I would say that things are not totally over between them.
frankly I couldn’t be doing with all the drama and angst.

you deserve better

Monday1976 · 17/03/2024 16:27

Muckcook - nothing remotely interesting, very low key and grey boring but it pays the bills 😄. And need a new name and kitty, thank you. I agree. Sometimes a little validation helps, so again thank you all. I know what I need to do.
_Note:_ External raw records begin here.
import { describe, expect, it } from 'vitest';
import { ringSelection } from '../../src/perceive/ringSelection.js';
import { findRings } from '../../src/perceive/findRings.js';
import { failure, graph, sugar } from './selection.js';

const rings = findRings(graph);

describe('ringSelection', () => {
  it('ringSelection reads a ring number as listed (1-based) and returns a copy', () => {
    expect(rings).toEqual([[0, 1, 2, 3, 4, 5]]);
    const picked = ringSelection(sugar, graph, rings, '1');
    expect(picked).toEqual([0, 1, 2, 3, 4, 5]);
    picked.push(99);
    expect(rings[0]).toHaveLength(6);
  });

  it('ringSelection uses an atom list in exactly the order given', () => {
    expect(ringSelection(sugar, graph, rings, '2-3-4-5-6-1')).toEqual([1, 2, 3, 4, 5, 0]);
    expect(ringSelection(sugar, graph, rings, 'O5-C5-C4-C3-C2-C1')).toEqual([0, 5, 4, 3, 2, 1]);
    expect(ringSelection(sugar, graph, rings, '1-2-3-4-5-6-1')).toEqual([0, 1, 2, 3, 4, 5]);
  });

  it('ringSelection reports a walk that is not closed along bonds', () => {
    expect(failure(() => ringSelection(sugar, graph, rings, '1-2-3-4-6-5'))).toEqual([
      'not-bonded',
      "test.xyz: atoms 4 and 6 are not bonded, so '1-2-3-4-6-5' is not a closed ring walk",
    ]);
    expect(failure(() => ringSelection(sugar, graph, rings, '1-2-3-4-5'))[1]).toBe(
      "test.xyz: atoms 5 and 1 are not bonded, so '1-2-3-4-5' is not a closed ring walk",
    );
  });

  it('ringSelection reports unknown ring numbers, short lists and repeated atoms', () => {
    expect(failure(() => ringSelection(sugar, graph, rings, '2'))).toEqual(['unknown-ring', 'test.xyz: ring 2 does not exist (the record has 1 ring)']);
    expect(failure(() => ringSelection(sugar, graph, [], '1'))[1]).toBe('test.xyz: ring 1 does not exist (the record has no rings)');
    expect(failure(() => ringSelection(sugar, graph, rings, '0'))[0]).toBe('unknown-ring');
    expect(failure(() => ringSelection(sugar, graph, rings, '1-2'))[0]).toBe('bad-selection');
    expect(failure(() => ringSelection(sugar, graph, rings, '1-2-3-2'))[0]).toBe('bad-selection');
    expect(failure(() => ringSelection(sugar, graph, rings, '1--2-3'))[0]).toBe('bad-selection');
    expect(failure(() => ringSelection(sugar, graph, rings, '1-2-3-4-5-77'))[0]).toBe('unknown-atom');
  });
});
Thanks everyone

OP posts:
cerisepanther73 · 17/03/2024 16:31

@Monday1976
You have a boyfriend prob situation really

He is a probably a weak man desperate for obvious reasons to accommodate his wife's wishes wants ,
as she sounds emotionally very manipulative she enjoys all the drama, gets a kick out of i can amagine,
and proberly be delighted to instigate any drama's that would be detrimental to your relationship with your boyfriend or and yourself,

If your boyfriend had your back more and wasn't in enthrall with his ex wife possibly,

Your relationship could stand a chance be better,
As it is currently stands and probably carrys on now your relationship is sooner or later be doomed like dead extinct as Dodo bird or problematic bumpy Road.,

the issue is your man doesn't seem man enough to put appropriate boundaries in place,
Is this relationship really worth all this stress and hazzle in the long term ?

You know from day one this guy you are currently with came with extra emotional baggage too,
His ex wife sounds very needy too and bit envious type ..
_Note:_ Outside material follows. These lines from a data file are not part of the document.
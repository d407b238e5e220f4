/**
 * Periodic boxes: the three cell vectors from lengths and angles (a along x, b in the xy plane, the usual
 * crystallographic setting of PDB CRYST1 records; common practice, no source), the minimum image of a
 * displacement, and rings made whole across the box by walking along their bonds.
 */

/** A periodic cell: row vectors a, b, c (Å) at 0..2, 3..5, 6..8, and the inverse matrix. */
export interface PeriodicBox {
  /** a, b, c lengths (Å) and α, β, γ (degrees) as given. */
  readonly lengths: readonly [number, number, number];
  readonly anglesDeg: readonly [number, number, number];
  /** Row vectors a, b, c. */
  readonly vectors: Float64Array;
  /** Inverse of the row-vector matrix: fractional = cartesian · inverse. */
  readonly inverse: Float64Array;
}

const DEG = Math.PI / 180;

/**
 * The box of lengths a, b, c (Å) and angles α (b,c), β (a,c), γ (a,b) in degrees; `null` when the cell is
 * missing or unusable (a zero length, as some writers put for "no box", or angles that make no cell).
 * @example boxFromLengths(30, 30, 30, 90, 90, 90)!.vectors[4] // 30
 */
export function boxFromLengths(a: number, b: number, c: number, alpha = 90, beta = 90, gamma = 90): PeriodicBox | null {
  if (![a, b, c, alpha, beta, gamma].every(Number.isFinite) || !(a > 0 && b > 0 && c > 0)) return null;
  const ca = Math.cos(alpha * DEG), cb = Math.cos(beta * DEG), cg = Math.cos(gamma * DEG), sg = Math.sin(gamma * DEG);
  // exact right angles print as 90 but cos(90°) is 6e-17: snap so orthorhombic boxes stay orthorhombic
  const snap = (x: number) => (Math.abs(x) < 1e-12 ? 0 : x);
  if (!(Math.abs(sg) > 1e-9)) return null;
  const cx = c * snap(cb);
  const cy = (c * (snap(ca) - snap(cb) * snap(cg))) / sg;
  const cz2 = c * c - cx * cx - cy * cy;
  if (!(cz2 > 1e-9)) return null;
  const v = Float64Array.of(a, 0, 0, b * snap(cg), b * sg, 0, cx, cy, Math.sqrt(cz2));
  return { lengths: [a, b, c], anglesDeg: [alpha, beta, gamma], vectors: v, inverse: invert(v) };
}

/**
 * The box of three row vectors a, b, c (Å, nine numbers) as GROMACS-style files give it (a along x, b in the
 * xy plane: lower triangular); any other orientation is rebuilt from its lengths and angles (the same cell, in
 * the setting of `boxFromLengths`). `null` for a zero or flat box (vacuum runs write zeros).
 * @example boxFromVectors([30, 0, 0, 0, 30, 0, 0, 0, 30])!.lengths // [30, 30, 30]
 */
export function boxFromVectors(v: ArrayLike<number>): PeriodicBox | null {
  const len = (k: number) => Math.hypot(v[k]!, v[k + 1]!, v[k + 2]!);
  const angle = (i: number, j: number) => (Math.acos((v[i]! * v[j]! + v[i + 1]! * v[j + 1]! + v[i + 2]! * v[j + 2]!) / (len(i) * len(j))) * 180) / Math.PI;
  const a = len(0), b = len(3), c = len(6);
  if (!(a > 0 && b > 0 && c > 0)) return null;
  const alpha = angle(3, 6), beta = angle(0, 6), gamma = angle(0, 3);
  const lower = v[1] === 0 && v[2] === 0 && v[5] === 0 && v[0]! > 0 && v[4]! > 0 && v[8]! > 0;
  if (!lower) return boxFromLengths(a, b, c, alpha, beta, gamma);
  const vectors = Float64Array.from(v as ArrayLike<number>);
  return { lengths: [a, b, c], anglesDeg: [alpha, beta, gamma], vectors, inverse: invert(vectors) };
}

/** Inverse of a lower-triangular 3×3 row-vector matrix (the form `boxFromLengths` builds). */
function invert(m: Float64Array): Float64Array {
  const [a, , , bx, by, , cx, cy, cz] = m as unknown as number[];
  const ia = 1 / a!, iby = 1 / by!, icz = 1 / cz!;
  // rows: inverse of [[a,0,0],[bx,by,0],[cx,cy,cz]]
  const r10 = -bx! * ia * iby;
  const r20 = (bx! * cy! - by! * cx!) * ia * iby * icz;
  const r21 = -cy! * iby * icz;
  return Float64Array.of(ia, 0, 0, r10, iby, 0, r20, r21, icz);
}

/**
 * Moves atom `to` by whole cell vectors to the image nearest atom `from` (minimum image through fractional
 * coordinates, exact for orthorhombic cells and for the bond-length displacements of a ring in any cell of
 * sensible shape). Edits `coords` in place.
 */
export function nearestImage(coords: Float64Array, from: number, to: number, box: PeriodicBox): void {
  const v = box.vectors, w = box.inverse;
  const dx = coords[3 * to]! - coords[3 * from]!;
  const dy = coords[3 * to + 1]! - coords[3 * from + 1]!;
  const dz = coords[3 * to + 2]! - coords[3 * from + 2]!;
  // fractional = d · inverse (row vector times matrix)
  const fa = Math.round(dx * w[0]! + dy * w[3]! + dz * w[6]!);
  const fb = Math.round(dx * w[1]! + dy * w[4]! + dz * w[7]!);
  const fc = Math.round(dx * w[2]! + dy * w[5]! + dz * w[8]!);
  if (fa === 0 && fb === 0 && fc === 0) return;
  coords[3 * to] = coords[3 * to]! - (fa * v[0]! + fb * v[3]! + fc * v[6]!);
  coords[3 * to + 1] = coords[3 * to + 1]! - (fa * v[1]! + fb * v[4]! + fc * v[7]!);
  coords[3 * to + 2] = coords[3 * to + 2]! - (fa * v[2]! + fb * v[5]! + fc * v[8]!);
}

/**
 * Makes a chain of bonded atoms whole: each atom after the first is moved to the image nearest its
 * predecessor (for a ring in cyclic order, the ring is then whole). Edits `coords` in place.
 * @example makeWhole(frame.coords, ring, box)
 */
export function makeWhole(coords: Float64Array, chain: ArrayLike<number>, box: PeriodicBox): void {
  for (let k = 1; k < chain.length; k++) nearestImage(coords, chain[k - 1]!, chain[k]!, box);
}

/**
 * The first bond of the cyclic `ring` longer than its limit (`limits[k]` for the bond ring[k]–ring[k+1]),
 * or -1 when every bond is within its limit.
 */
export function longRingBond(coords: Float64Array, ring: ArrayLike<number>, limits: ArrayLike<number>): number {
  const n = ring.length;
  for (let k = 0; k < n; k++) {
    const i = ring[k]!, j = ring[(k + 1) % n]!;
    const dx = coords[3 * j]! - coords[3 * i]!, dy = coords[3 * j + 1]! - coords[3 * i + 1]!, dz = coords[3 * j + 2]! - coords[3 * i + 2]!;
    const lim = limits[k]!;
    if (dx * dx + dy * dy + dz * dz > lim * lim) return k;
  }
  return -1;
}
It's OK to say it's just not working for you to be in this relationship anymore,

and it's OK to think taking on someone else child and responsibilities is just not for you too..

cerisepanther73 · 17/03/2024 16:36

I agree i think there maybe still unresolved feelings there too,

Also texting being in contact is emotionally confusing and disheartening like you are after thought,
not a priority
Just someone who he takes for granted in his life,

Why waste 🗑 your time in a relationship like this,?
relationships are susposed to enhance your life,
not be problematic and hard work ect...

SilentlyCorrectingYourSpelling · 17/03/2024 16:40

They have a child together, so she is not going anywhere anytime soon. Is this relationship worth it?

Monday1976 · 17/03/2024 16:41

Cerisepanther, your words resonated as I 100 percent feel like this. I do feel like his ex and son are still his priorities. I understand why his son is but not his ex. I actually feel clearer now I know about his birthday text etc. I have felt there was unresolved stuff for a while. Thank you for validating my feelings.

OP posts:
Monday1976 · 17/03/2024 16:44

Silentlycorrecting, you are definitely right. I do think the unresolved issues and the fact they will have daily contact (and I understand why) will not work. I do feel (finally!) he would go back to her if she flashed the green light. Sometimes your mind hides the truth to protect you, but I do understand it now. Thanks for your message.